There are some cute anecdotes, too, such as when Dylan debuted the majestic seven-minute-long 'A Hard Rain's A-Gonna Fall' at Carnegie Hall in September 1962. Pete Seeger recalls telling the group of folk singers they would be limited to three songs each because they only had 10 minutes apiece. "Bob raised his hand and said, 'What am I supposed to do? One of my songs is 10 minutes long.'"

Heylin's knowledge of Dylan is extraordinary, but he wears it too heavily. It's hard to get excited about whether lyrics were written on notepaper from London's Mayfair Hotel or on Dylan's portable typewriter. Some of the discussion around particular lines evolving – such as the words "the rain beat out its tales" in 'Chimes Of Freedom' becoming "the rain unravelled tales" – is heavy going indeed and misses the point that all Dylan's songs remain essentially unfinished because he continues to return to them.
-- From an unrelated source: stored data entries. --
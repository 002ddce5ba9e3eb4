#pragma once
#include <memory>
#include <string>

#include "station/sequence/line_host.h"

namespace probewright::windows {

class BenchPlay;
class LineFeed;
class SetupDoor;

struct WindowOptions {
  std::string version;   ///< as --version prints it
  std::string settings;  ///< file that remembers sizes and colours; empty: $XDG_CONFIG_HOME/probewright/windows.ini
  std::string language;  ///< "en", "de", "es"; empty: as remembered, else the system's
  /// What the host was started with as its listener. Must outlive the host.
  LineFeed* feed = nullptr;
  /// Hands of an emulated bench, offered in a strip; nullptr: none.
  BenchPlay* play = nullptr;
};

/// Whether windows can be shown: there is a display, or the platform was named (QT_QPA_PLATFORM).
bool has_display();

/// Opens the window over a running line and gives when it is closed: exit status 0, or 3 when the line ended by itself.
/// The host goes on; finishing it is the caller's. Main thread only; makes the application.
int run_window(sequence::LineHost& host, WindowOptions options);

/// Closes the window that run_window() has open, if any. Any thread.
void close_window();

/// How the set-up page was left.
enum class SetupEnd {
  left,     ///< the window was closed; nothing is to be done
  kept,     ///< a station file was written: start the line with it
  emulated  ///< the emulated bench is wanted
};
/// The guided page of a first start. Of `options` feed and play are not looked at. Main thread only; makes the
/// application and ends it.
SetupEnd run_setup(SetupDoor& door, WindowOptions options);

}  // namespace probewright::windows
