#include <gtest/gtest.h>

#include <boost/asio/post.hpp>

#include "station/sequence/scan_text.h"
#include "station/sequence/tries_rule.h"
#include "tests/trial/memory_ledger.h"

// What people do at the scanner: badges, lot cards, serials, and their mistakes. Each ends in one sentence.
namespace probewright {
namespace {

using sequence::Answered;
using sequence::NestState;
using sequence::RunVerdict;
using trial::MemoryLedger;
using trial::Trial;

constexpr const char* operator_badge = "AQS-7Q41-IV";
constexpr const char* engineer_badge = "AQS-2K88-DO";
constexpr const char* auditor_badge = "AQS-4B62-NC";
constexpr const char* lot_card = "LOT/AQ20-W48-07/AQ-20/48/AQ20-048-00001";

sequence::Configuration with_two_nests() {
  sequence::Configuration configuration = trial::demonstration();
  configuration.station.value.nests.push_back(
      {2, {"nest2-phantom", "PHC-2026-0102"}, {"nest2-adapter", "ADC-2026-0102"}});
  return configuration;
}

class Scans : public ::testing::Test {
 protected:
  trial::Options options() {
    trial::Options with = ledger.options(3);
    with.bench.nests = 2;
    with.configuration = &configuration;
    return with;
  }
  void SetUp() override {
    ASSERT_TRUE(station.reaches(NestState::empty));
    for (int i = 0; i < 100 && state(2) != NestState::empty; ++i) wait(20);
    ASSERT_EQ(state(2), NestState::empty);
  }
  void wait(int ms) { station.let_pass(std::chrono::milliseconds(ms)); }
  NestState state(int nest) { return station.line().views().at(static_cast<std::size_t>(nest - 1)).state; }

  template <class Event>
  std::vector<Event> all() const {
    std::vector<Event> found;
    for (const auto& event : station.events())
      if (const auto* one = std::get_if<Event>(&event)) found.push_back(*one);
    return found;
  }
  Answered ask(sequence::LineRequest request) {
    const std::size_t before = all<Answered>().size();
    boost::asio::post(station.io(), [this, request = std::move(request)] { station.line().request(request); });
    for (int i = 0; i < 200 && all<Answered>().size() == before; ++i) wait(5);
    EXPECT_EQ(all<Answered>().size(), before + 1);
    return all<Answered>().back();
  }
  Answered scan(const std::string& text) { return ask(sequence::Scan{text}); }
  std::string refusal(const std::string& text) {
    const Answered answered = scan(text);
    return answered.problem ? answered.problem->id : "taken: " + answered.words;
  }
  void open_up() {
    EXPECT_TRUE(scan(operator_badge).taken);
    EXPECT_TRUE(scan(lot_card).taken);
  }
  /// Scans, puts the probe in where the line wants it, waits for the end and takes it out.
  sequence::RunOutcome run(const std::string& serial, std::optional<emulated::PlantedFault> fault = {}) {
    const Answered armed = scan(serial);
    EXPECT_TRUE(armed.taken) << armed.words;
    const std::size_t before = all<sequence::RunEnded>().size();
    if (fault)
      station.bench().seat(armed.nest, serial, "AQ-20", *fault).value();
    else
      station.bench().seat(armed.nest, serial, "AQ-20").value();
    for (int i = 0; i < 1000 && all<sequence::RunEnded>().size() == before; ++i) wait(20);
    const auto outcome = all<sequence::RunEnded>().back().outcome;
    station.bench().remove(armed.nest).value();
    for (int i = 0; i < 100 && state(armed.nest) != NestState::empty; ++i) wait(20);
    return outcome;
  }

  sequence::Configuration configuration = with_two_nests();
  MemoryLedger ledger;
  Trial station{options()};
};

TEST_F(Scans, AShiftFromTheBadgeToTheClosedLot) {
  EXPECT_EQ(refusal("AQ20-048-00001"), "nobody_signed_in");
  EXPECT_EQ(scan(operator_badge).words, "Imre Vasko, operator, is signed in");
  EXPECT_EQ(refusal("AQ20-048-00001"), "no_lot_open");
  EXPECT_EQ(scan(lot_card).words, "lot AQ20-W48-07 is open: 48 of AQ-20");
  const auto outcome = run("AQ20-048-00001");
  EXPECT_EQ(outcome.verdict, RunVerdict::pass) << outcome.cause_words;
  EXPECT_EQ(outcome.purpose, sequence::Purpose::production);
  EXPECT_EQ(outcome.nest, 1);
  const auto view = station.line().view();
  EXPECT_EQ(view.person->name, "Imre Vasko");
  EXPECT_EQ(view.lot->tested, 1);
  EXPECT_EQ(view.tally.passed_first_time, 1);
  EXPECT_EQ(view.berths.at(0).last->serial, "AQ20-048-00001");
  EXPECT_FALSE(view.berths.at(0).marks.empty());
  EXPECT_TRUE(view.berths.at(0).plots);
  EXPECT_EQ(ask(sequence::CloseLot{}).words, "lot AQ20-W48-07 is closed");
  EXPECT_EQ(refusal(lot_card), "lot_was_closed");
  EXPECT_EQ(ask(sequence::SignOut{}).words, "Imre Vasko is signed out");
  EXPECT_TRUE(station.finish());
}

TEST_F(Scans, OneSerialIsInOneNestAndPassesOnce) {
  open_up();
  run("AQ20-048-00001");
  EXPECT_EQ(refusal("AQ20-048-00001"), "serial_passed");
  EXPECT_TRUE(scan("AQ20-048-00002").taken);
  EXPECT_EQ(refusal("AQ20-048-00002"), "serial_in_nest");
  EXPECT_EQ(refusal("AQ20-048-00003"), "other_probe_awaited");
  station.bench().seat(1, "AQ20-048-00002", "AQ-20").value();
  wait(500);
  EXPECT_EQ(refusal("AQ20-048-00002"), "serial_in_nest");
  EXPECT_EQ(scan("AQ20-048-00003").nest, 2);
}

TEST_F(Scans, AChosenNestIsTakenOnce) {
  open_up();
  EXPECT_EQ(scan("Nest 2").words, "scan the probe for nest 2");
  EXPECT_EQ(run("AQ20-048-00001").nest, 2);
  EXPECT_EQ(run("AQ20-048-00002").nest, 1);
  EXPECT_EQ(refusal("nest 3"), "nest_not_there");
}

// Two scans in one go, the first answered without any wait: the second was never served, for the line still took itself
// to be serving the first.
TEST_F(Scans, AScanRightAfterTheLastAnswerIsServed) {
  boost::asio::post(station.io(), [this] {
    station.line().request(sequence::Scan{"nest 1"});
    station.line().request(sequence::Scan{"nest 2"});
  });
  wait(100);
  ASSERT_EQ(all<Answered>().size(), 2u);
  EXPECT_EQ(all<Answered>()[1].words, "scan the probe for nest 2");
}

TEST_F(Scans, AProbeInTheWrongNestStopsInWords) {
  open_up();
  EXPECT_EQ(scan("AQ20-048-00001").nest, 1);
  station.bench().seat(2, "AQ20-048-00001", "AQ-20").value();
  wait(300);
  const auto ended = all<sequence::ArmingEnded>();
  ASSERT_EQ(ended.size(), 1u);
  EXPECT_EQ(ended[0].problem.id, "probe_in_other_nest");
  EXPECT_EQ(state(2), NestState::occupied);
  EXPECT_TRUE(all<sequence::RunStarted>().empty());
  station.bench().remove(2).value();
  wait(300);
  EXPECT_EQ(run("AQ20-048-00001").verdict, RunVerdict::pass);
}

TEST_F(Scans, AFailIsTriedOnceMoreAfterItsRest) {
  open_up();
  const emulated::PlantedFault leaky{emulated::ProbeFault::detector_leaky, 1.0};
  EXPECT_EQ(run("AQ20-048-00001", leaky).verdict, RunVerdict::fail);
  EXPECT_EQ(refusal("AQ20-048-00001"), "serial_rests");
  wait(61'000);
  EXPECT_EQ(run("AQ20-048-00001").verdict, RunVerdict::fail);
  wait(61'000);
  EXPECT_EQ(refusal("AQ20-048-00001"), "serial_tries_used");
  EXPECT_EQ(station.line().view().tally.failed, 1);  // one serial, however often it was tried
}

TEST_F(Scans, SigningOutStopsWhatGoesOn) {
  open_up();
  const Answered armed = scan("AQ20-048-00001");
  station.bench().seat(armed.nest, "AQ20-048-00001", "AQ-20").value();
  wait(800);
  ASSERT_EQ(state(1), NestState::running);
  EXPECT_EQ(refusal(engineer_badge), "sign_in_while_testing");
  EXPECT_TRUE(ask(sequence::SignOut{}).taken);
  for (int i = 0; i < 100 && all<sequence::RunEnded>().empty(); ++i) wait(20);
  const auto outcome = all<sequence::RunEnded>().at(0).outcome;
  EXPECT_EQ(outcome.verdict, RunVerdict::void_run);
  EXPECT_EQ(outcome.cause_words, "stopped by Imre Vasko");
}

TEST_F(Scans, MistakesAreToldInWords) {
  EXPECT_EQ(refusal(""), "scan_empty");
  EXPECT_EQ(refusal(std::string(65, 'A')), "scan_too_long");
  EXPECT_EQ(refusal("AQ20\x07"), "scan_control");
  const Answered unknown = scan("AQS-0000-XX");
  EXPECT_EQ(unknown.problem->id, "scan_unknown");
  EXPECT_EQ(unknown.words.find("AQS-0000-XX"), std::string::npos);  // it may be somebody's badge
  EXPECT_EQ(refusal("LOT/AQ20-W48-07/AQ-99/48/AQ20-048-00001"), "lot_card_model");
  EXPECT_EQ(refusal("LOT/AQ20-W48-07/AQ-20/48"), "lot_card_malformed");
  EXPECT_EQ(refusal("LOT/AQ20-W48-07/AQ-20/0/AQ20-048-00001"), "lot_card_malformed");
  EXPECT_EQ(refusal("LOT/AQ20-W48-07/AQ-20/48/AQ20-048-99999"), "lot_card_malformed");  // cannot be counted up
  EXPECT_EQ(refusal(lot_card), "nobody_signed_in");
  EXPECT_TRUE(scan(auditor_badge).taken);
  EXPECT_EQ(refusal(lot_card), "person_may_not");
  open_up();
  EXPECT_EQ(refusal("AQ20-048-00049"), "serial_of_other_lot");
  EXPECT_EQ(refusal("LOT/AQ20-W48-08/AQ-20/48/AQ20-048-00101"), "lot_is_open");
  EXPECT_EQ(ask(sequence::StopNest{1, ""}).problem->id, "nest_idle");
}

TEST(Lot, IsTakenUpWhereTheLineLeftIt) {
  const sequence::Configuration configuration = with_two_nests();
  MemoryLedger ledger;
  trial::Options with = ledger.options(3);
  {
    Trial station{with};
    ASSERT_TRUE(station.reaches(NestState::empty));
    boost::asio::post(station.io(), [&] {
      station.line().request(sequence::Scan{operator_badge});
      station.line().request(sequence::Scan{lot_card});
    });
    station.let_pass(std::chrono::seconds(1));
    ASSERT_TRUE(station.line().view().lot);
    ASSERT_TRUE(station.finish());
  }
  {
    Trial station{with};
    ASSERT_TRUE(station.reaches(NestState::empty));
    ASSERT_TRUE(station.line().view().lot);
    EXPECT_EQ(station.line().view().lot->lot, "AQ20-W48-07");
    EXPECT_FALSE(station.line().view().person);  // nobody is signed in after a start
    EXPECT_TRUE(station.finish());
  }
  EXPECT_TRUE(ledger.verify().ok());
}

TEST(Serials, AreCountedUpInTheirWidth) {
  EXPECT_EQ(sequence::serial_after("AQ20-048-00099", 1), "AQ20-048-00100");
  EXPECT_EQ(sequence::serial_after("AQ20-048-00001", 0), "AQ20-048-00001");
  EXPECT_EQ(sequence::serial_after("AQ20-048-99999", 1), std::nullopt);
  EXPECT_EQ(sequence::serial_after("no digits", 1), std::nullopt);
  EXPECT_EQ(sequence::serial_after("123456789012", 1), "123456789013");
}

db::Try run_of(std::string verdict, double ended_s) {
  db::Try run;
  run.verdict = std::move(verdict);
  run.closed_at = UtcTime{static_cast<std::int64_t>(ended_s * 1e6)};
  return run;
}

TEST(Tries, AreCountedByTheRulesOfTheFloor) {
  const limits::Retest retest{1, 60.0};
  const auto problem = [&](std::vector<db::Try> runs, bool engineer = false) {
    const auto found = sequence::not_another_try(runs, retest, {"S", UtcTime{1'000'000'000}, engineer, 1.0});
    return found ? found->id : std::string{"may"};
  };
  EXPECT_EQ(problem({}), "may");
  EXPECT_EQ(problem({run_of("fail", 900.0)}), "may");
  EXPECT_EQ(problem({run_of("fail", 950.0)}), "serial_rests");
  EXPECT_EQ(problem({run_of("fail", 800.0), run_of("pass", 900.0)}), "serial_passed");
  EXPECT_EQ(problem({run_of("fail", 800.0), run_of("fail", 900.0)}), "serial_tries_used");
  EXPECT_EQ(problem({run_of("void", 800.0), run_of("fail", 900.0)}), "serial_tries_used");  // a void uses up a try
  EXPECT_EQ(problem({run_of("void", 800.0), run_of("void", 900.0)}), "serial_voided_twice");
  EXPECT_EQ(problem({run_of("void", 800.0), run_of("void", 900.0)}, true), "may");
  EXPECT_EQ(problem({run_of("fail", 700.0), run_of("fail", 800.0), run_of("void", 900.0)}, true), "serial_tries_used");
}

}  // namespace
}  // namespace probewright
Herein lies the problem with Heylin's pursuit. Analysing Dylan's songs is just not a very satisfactory process, which is why Dylan has spent more than four decades ducking such questions. Knowing that 'The Lonesome Death Of Hattie Carroll' – about a black waitress and mother of 10 children murdered by a wealthy owner of a tobacco farm in Maryland – doesn't get the facts of the case straight adds nothing to the incredible power of the song. In fact, in some ways it diminishes it.